WHAT IS NEEDED :: If a line of the data below contains the string "TextAreaProps", count it, then state the total alone.

MATERIALS PROVIDED ::
import { useEffect, useRef, type MouseEvent } from 'react'
import { useTranslation } from 'react-i18next'

export interface SummaryError {
  /** The id of the control to go to; none for an error of the whole form. */
  fieldId?: string
  /** The field's label, so that the sentence can be found again. */
  label?: string
  sentence: string
}

export interface ErrorSummaryProps {
  errors: readonly SummaryError[]
  /** Rises with each try to send the form: the summary takes the focus each time that it is still needed. */
  attempt: number
}

/** At the head of a form that could not be sent: every error, each a way to its field. Takes the focus. */
export function ErrorSummary({ errors, attempt }: ErrorSummaryProps) {
  const { t } = useTranslation('controls')
  const box = useRef<HTMLDivElement>(null)
  const any = errors.length > 0
  useEffect(() => {
    if (any && attempt > 0) box.current?.focus()
  }, [any, attempt])
  if (!any) return null
  return (
    <div className="error-summary" ref={box} tabIndex={-1} role="group" aria-labelledby="error-summary-title">
      <p className="font-semibold" id="error-summary-title">
        {t('mend', { count: errors.length })}
      </p>
      <ul>
        {errors.map((error) => (
          <li key={`${error.fieldId ?? ''} ${error.sentence}`}>
            {error.fieldId === undefined ? (
              error.sentence
            ) : (
              <a href={`#${error.fieldId}`} onClick={goTo(error.fieldId)}>
                {error.label === undefined ? error.sentence : `${error.label}: ${error.sentence}`}
              </a>
            )}
          </li>
        ))}
      </ul>
    </div>
  )
}

/** Focus as well as place: a link to a control only scrolls in some browsers. */
const goTo = (id: string) => (event: MouseEvent) => {
  const target = document.getElementById(id)
  if (target === null) return
  event.preventDefault()
  const control = target.matches('input,select,textarea,button')
    ? target
    : target.querySelector('input,button')
  if (control instanceof HTMLElement) control.focus()
}
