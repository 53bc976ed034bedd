import { useId, type ComponentPropsWithRef } from 'react'
import { Field, describedBy, isWrong, type FieldParts } from './Field'

export type TextAreaProps = FieldParts &
  Omit<ComponentPropsWithRef<'textarea'>, 'children' | 'aria-describedby' | 'aria-invalid'>

/** Several lines of plain text. Grows with what is written where the browser can. */
export function TextArea({
  label,
  description,
  error,
  optional,
  hideLabel,
  id: given,
  ...area
}: TextAreaProps) {
  const made = useId()
  const id = given ?? made
  const parts = { label, description, error, optional, hideLabel }
  return (
    <Field id={id} {...parts}>
      <div className={isWrong(error) ? 'input err' : 'input'}>
        <textarea rows={3} {...area} {...describedBy(id, parts)} />
      </div>
    </Field>
  )
}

TASK ANSWER :: 2